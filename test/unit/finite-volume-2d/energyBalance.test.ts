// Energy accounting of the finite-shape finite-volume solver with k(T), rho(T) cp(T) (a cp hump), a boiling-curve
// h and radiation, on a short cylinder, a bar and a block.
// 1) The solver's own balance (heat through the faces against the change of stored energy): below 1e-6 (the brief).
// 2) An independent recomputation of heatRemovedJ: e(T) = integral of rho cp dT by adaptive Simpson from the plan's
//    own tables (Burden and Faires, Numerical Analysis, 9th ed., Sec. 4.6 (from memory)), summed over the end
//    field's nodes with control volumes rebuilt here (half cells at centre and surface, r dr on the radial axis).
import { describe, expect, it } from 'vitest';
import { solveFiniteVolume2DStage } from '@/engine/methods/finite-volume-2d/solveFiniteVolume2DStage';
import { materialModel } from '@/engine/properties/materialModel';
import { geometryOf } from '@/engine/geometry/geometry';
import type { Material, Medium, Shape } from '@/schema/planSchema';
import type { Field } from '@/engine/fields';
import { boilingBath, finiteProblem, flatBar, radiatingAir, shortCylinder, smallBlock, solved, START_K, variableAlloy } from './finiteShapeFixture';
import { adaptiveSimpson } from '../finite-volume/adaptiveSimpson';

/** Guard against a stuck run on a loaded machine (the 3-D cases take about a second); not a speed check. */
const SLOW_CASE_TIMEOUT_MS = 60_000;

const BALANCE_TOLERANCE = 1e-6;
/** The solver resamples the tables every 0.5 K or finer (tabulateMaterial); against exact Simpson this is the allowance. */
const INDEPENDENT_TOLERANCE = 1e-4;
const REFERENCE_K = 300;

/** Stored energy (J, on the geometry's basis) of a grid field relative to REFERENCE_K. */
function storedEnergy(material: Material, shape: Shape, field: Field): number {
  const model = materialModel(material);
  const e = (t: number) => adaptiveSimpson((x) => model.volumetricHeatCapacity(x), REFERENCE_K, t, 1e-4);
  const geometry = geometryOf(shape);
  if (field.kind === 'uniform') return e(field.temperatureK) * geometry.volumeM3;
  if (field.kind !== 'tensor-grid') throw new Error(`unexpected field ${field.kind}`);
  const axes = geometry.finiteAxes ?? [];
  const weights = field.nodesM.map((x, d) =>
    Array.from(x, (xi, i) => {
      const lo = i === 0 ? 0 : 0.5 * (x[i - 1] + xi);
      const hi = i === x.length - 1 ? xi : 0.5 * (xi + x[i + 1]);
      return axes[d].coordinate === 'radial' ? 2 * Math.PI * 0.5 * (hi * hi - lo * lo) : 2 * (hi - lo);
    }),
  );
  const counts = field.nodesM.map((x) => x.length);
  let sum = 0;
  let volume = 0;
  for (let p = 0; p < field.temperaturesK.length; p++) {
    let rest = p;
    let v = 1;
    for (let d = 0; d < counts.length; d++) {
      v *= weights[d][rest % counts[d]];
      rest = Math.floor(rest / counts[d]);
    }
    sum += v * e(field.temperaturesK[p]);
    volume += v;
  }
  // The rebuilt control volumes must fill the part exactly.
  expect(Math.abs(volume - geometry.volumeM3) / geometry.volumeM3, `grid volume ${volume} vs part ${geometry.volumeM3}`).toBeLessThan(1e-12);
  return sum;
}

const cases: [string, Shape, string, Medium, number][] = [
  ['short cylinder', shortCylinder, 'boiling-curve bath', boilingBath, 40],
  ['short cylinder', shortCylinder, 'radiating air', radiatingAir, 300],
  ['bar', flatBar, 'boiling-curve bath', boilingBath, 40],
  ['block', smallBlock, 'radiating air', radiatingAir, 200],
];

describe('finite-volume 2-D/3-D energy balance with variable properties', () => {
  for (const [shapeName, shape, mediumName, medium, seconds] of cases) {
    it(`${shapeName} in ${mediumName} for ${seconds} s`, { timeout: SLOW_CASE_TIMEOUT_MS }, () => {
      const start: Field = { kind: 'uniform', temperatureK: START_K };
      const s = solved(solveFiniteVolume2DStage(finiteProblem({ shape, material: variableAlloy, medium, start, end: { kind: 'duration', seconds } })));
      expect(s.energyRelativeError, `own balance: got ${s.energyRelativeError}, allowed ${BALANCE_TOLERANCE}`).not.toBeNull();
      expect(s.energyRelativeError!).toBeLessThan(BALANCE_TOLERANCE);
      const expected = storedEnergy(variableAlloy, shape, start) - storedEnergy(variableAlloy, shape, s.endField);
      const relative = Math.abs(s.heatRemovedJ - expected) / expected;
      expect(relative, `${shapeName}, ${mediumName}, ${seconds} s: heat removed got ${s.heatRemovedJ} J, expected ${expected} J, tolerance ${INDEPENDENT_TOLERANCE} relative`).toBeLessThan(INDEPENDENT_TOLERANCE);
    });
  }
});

■ ■ ■ ■ ■ ■ ■

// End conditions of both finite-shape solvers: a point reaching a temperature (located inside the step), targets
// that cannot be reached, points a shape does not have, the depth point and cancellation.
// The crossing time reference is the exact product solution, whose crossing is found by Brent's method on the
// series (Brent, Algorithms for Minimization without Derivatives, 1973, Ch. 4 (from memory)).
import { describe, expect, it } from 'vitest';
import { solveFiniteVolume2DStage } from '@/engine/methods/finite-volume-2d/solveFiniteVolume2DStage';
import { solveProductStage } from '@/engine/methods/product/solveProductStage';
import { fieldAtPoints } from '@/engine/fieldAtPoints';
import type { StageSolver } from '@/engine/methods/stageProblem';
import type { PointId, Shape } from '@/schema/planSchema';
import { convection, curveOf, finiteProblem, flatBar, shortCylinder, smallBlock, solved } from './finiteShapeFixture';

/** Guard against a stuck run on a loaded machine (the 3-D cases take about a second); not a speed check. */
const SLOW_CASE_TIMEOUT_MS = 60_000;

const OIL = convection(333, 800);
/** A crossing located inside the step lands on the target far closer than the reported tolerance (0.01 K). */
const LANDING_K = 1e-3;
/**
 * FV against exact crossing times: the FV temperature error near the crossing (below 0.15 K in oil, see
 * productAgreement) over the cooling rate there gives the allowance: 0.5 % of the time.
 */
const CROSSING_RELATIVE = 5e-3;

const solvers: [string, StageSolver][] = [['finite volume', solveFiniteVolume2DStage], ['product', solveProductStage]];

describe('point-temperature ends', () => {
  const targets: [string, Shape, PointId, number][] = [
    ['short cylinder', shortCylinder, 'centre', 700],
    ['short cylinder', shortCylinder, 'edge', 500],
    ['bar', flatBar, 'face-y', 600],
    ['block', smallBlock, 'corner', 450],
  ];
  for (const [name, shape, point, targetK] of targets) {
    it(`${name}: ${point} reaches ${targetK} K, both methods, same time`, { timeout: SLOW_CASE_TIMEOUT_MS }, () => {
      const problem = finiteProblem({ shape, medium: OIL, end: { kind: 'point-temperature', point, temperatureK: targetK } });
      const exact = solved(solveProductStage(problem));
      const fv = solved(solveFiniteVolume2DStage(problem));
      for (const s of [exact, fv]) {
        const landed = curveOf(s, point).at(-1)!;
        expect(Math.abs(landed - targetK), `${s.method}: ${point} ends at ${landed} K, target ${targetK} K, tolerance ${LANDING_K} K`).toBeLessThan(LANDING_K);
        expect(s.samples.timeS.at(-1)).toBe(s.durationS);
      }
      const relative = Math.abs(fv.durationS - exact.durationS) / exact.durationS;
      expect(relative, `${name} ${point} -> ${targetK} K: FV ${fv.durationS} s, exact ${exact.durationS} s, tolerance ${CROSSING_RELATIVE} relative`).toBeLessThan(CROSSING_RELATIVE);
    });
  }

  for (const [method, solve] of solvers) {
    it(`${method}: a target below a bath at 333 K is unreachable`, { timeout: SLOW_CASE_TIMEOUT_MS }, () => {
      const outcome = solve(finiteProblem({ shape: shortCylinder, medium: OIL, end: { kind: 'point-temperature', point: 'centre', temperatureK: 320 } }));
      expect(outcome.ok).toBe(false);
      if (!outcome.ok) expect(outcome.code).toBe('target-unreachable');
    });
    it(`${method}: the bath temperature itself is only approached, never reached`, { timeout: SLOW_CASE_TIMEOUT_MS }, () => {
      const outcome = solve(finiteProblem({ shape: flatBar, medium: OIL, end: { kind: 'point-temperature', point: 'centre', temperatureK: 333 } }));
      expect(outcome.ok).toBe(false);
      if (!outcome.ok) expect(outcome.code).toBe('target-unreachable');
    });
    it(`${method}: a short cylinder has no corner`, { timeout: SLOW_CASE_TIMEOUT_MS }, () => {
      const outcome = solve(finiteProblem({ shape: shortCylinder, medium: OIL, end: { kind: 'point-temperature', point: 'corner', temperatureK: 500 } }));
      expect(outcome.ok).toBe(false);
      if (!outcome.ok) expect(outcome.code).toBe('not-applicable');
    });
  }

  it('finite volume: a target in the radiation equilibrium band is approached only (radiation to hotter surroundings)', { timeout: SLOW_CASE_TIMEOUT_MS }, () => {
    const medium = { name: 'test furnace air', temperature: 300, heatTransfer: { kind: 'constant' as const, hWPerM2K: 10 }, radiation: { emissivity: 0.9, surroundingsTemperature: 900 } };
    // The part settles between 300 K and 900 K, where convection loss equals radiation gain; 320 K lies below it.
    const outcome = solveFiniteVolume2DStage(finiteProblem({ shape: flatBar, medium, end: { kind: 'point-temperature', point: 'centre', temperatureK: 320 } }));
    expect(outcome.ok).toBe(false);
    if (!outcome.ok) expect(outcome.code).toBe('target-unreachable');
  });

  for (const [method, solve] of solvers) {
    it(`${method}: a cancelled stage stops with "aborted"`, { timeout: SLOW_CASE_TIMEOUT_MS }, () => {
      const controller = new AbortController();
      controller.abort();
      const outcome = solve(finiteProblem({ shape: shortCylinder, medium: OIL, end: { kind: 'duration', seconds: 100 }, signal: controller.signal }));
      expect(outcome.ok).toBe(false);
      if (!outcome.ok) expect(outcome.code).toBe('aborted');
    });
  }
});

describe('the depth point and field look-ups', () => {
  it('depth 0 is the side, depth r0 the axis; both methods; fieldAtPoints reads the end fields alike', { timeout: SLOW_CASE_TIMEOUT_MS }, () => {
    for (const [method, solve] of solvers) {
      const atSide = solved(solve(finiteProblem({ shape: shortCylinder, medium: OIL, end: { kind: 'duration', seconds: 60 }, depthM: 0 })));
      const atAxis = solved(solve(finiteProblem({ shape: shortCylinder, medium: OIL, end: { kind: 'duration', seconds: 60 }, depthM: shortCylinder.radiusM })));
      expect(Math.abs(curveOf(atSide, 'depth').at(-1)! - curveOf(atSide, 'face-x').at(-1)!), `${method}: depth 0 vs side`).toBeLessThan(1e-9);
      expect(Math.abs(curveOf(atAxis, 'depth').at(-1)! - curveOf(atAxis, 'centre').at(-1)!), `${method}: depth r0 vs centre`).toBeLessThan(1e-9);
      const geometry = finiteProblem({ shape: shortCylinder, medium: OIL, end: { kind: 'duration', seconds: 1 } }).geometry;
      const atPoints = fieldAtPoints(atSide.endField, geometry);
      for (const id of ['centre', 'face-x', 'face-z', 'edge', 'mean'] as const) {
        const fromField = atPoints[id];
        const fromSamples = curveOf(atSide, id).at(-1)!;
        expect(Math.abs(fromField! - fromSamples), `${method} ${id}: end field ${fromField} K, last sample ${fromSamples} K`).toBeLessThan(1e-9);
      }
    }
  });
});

■ ■ ■ ■ ■ ■ ■

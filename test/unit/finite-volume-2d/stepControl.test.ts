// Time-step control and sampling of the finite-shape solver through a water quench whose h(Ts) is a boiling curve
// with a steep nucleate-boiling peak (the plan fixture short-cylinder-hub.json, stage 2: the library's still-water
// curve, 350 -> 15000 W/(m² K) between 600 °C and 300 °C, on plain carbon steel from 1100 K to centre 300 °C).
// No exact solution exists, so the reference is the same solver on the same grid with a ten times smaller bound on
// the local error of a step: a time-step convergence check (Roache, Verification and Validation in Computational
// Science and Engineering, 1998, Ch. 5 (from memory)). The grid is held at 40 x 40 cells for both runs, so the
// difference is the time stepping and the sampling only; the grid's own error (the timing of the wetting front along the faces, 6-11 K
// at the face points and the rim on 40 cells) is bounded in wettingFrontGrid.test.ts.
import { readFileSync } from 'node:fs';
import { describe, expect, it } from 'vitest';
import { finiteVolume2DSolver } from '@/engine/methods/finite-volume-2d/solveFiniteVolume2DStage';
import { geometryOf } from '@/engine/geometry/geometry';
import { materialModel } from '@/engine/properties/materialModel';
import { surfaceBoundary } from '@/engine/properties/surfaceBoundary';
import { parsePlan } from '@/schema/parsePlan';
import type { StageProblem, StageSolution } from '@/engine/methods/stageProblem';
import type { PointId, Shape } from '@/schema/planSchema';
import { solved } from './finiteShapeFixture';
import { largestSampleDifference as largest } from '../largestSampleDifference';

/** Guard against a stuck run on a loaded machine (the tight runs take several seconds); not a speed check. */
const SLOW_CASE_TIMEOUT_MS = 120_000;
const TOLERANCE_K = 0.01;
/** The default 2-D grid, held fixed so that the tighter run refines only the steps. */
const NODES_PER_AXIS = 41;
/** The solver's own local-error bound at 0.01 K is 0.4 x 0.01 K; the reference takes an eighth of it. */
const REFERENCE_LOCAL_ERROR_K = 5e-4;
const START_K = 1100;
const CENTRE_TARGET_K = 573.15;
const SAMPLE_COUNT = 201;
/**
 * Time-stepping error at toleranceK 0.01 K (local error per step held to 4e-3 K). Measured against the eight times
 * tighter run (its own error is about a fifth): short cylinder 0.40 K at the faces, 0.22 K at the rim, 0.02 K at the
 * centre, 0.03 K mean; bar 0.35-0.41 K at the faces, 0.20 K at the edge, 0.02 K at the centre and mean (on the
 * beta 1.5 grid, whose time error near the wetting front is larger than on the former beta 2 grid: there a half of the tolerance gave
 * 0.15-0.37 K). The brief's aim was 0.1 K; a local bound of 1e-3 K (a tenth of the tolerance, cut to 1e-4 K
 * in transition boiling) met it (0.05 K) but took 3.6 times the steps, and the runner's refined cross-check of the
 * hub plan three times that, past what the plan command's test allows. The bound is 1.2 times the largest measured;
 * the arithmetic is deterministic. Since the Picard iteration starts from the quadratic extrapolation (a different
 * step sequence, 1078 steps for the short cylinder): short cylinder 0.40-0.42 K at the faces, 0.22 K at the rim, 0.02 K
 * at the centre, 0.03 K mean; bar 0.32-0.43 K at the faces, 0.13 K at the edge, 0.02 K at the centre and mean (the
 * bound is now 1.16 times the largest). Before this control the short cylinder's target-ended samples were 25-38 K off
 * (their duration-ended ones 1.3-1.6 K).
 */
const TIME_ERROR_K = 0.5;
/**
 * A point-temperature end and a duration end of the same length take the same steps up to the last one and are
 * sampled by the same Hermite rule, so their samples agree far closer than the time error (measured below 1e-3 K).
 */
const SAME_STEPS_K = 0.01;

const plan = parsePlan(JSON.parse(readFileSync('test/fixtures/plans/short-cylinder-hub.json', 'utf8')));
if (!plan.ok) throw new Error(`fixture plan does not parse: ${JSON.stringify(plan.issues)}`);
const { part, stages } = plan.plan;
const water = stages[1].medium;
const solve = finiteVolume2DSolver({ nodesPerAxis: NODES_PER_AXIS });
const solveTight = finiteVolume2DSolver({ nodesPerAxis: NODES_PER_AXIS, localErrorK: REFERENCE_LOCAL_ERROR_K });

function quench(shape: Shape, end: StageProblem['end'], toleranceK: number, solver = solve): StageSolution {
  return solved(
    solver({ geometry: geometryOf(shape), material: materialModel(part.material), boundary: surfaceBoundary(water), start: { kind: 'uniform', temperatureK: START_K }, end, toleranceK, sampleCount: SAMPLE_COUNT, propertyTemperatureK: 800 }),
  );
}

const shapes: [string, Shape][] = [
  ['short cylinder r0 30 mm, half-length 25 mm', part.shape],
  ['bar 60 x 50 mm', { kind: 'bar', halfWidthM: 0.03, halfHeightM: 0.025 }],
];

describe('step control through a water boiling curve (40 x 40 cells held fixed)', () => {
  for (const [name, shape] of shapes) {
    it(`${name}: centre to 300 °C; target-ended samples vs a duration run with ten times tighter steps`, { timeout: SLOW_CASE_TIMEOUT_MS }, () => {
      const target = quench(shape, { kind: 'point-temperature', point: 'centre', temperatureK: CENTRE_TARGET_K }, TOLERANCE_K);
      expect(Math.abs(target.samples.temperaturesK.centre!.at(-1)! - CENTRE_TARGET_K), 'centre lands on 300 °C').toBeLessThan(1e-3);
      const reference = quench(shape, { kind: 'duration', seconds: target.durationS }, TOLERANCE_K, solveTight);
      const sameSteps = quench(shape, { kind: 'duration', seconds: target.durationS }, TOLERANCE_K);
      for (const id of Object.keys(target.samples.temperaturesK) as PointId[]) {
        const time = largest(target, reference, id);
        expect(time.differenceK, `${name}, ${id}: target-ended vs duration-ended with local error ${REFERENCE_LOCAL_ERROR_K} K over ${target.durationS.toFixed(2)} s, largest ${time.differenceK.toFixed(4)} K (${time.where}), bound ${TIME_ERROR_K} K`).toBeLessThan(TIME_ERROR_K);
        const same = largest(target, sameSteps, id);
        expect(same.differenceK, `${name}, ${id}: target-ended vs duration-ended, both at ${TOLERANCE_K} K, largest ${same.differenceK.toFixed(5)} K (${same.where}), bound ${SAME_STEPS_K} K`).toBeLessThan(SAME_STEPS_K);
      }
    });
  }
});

■ ■ ■ ■ ■ ■ ■

■ **REQUIREMENT**:
Please return all lines from the records that hold the word "edge".

■ **RESULT OF THE TASK**:
    ['short cylinder', shortCylinder, 'edge', 500],
      for (const id of ['centre', 'face-x', 'face-z', 'edge', 'mean'] as const) {
 * centre, 0.03 K mean; bar 0.35-0.41 K at the faces, 0.20 K at the edge, 0.02 K at the centre and mean (on the
 * at the centre, 0.03 K mean; bar 0.32-0.43 K at the faces, 0.13 K at the edge, 0.02 K at the centre and mean (the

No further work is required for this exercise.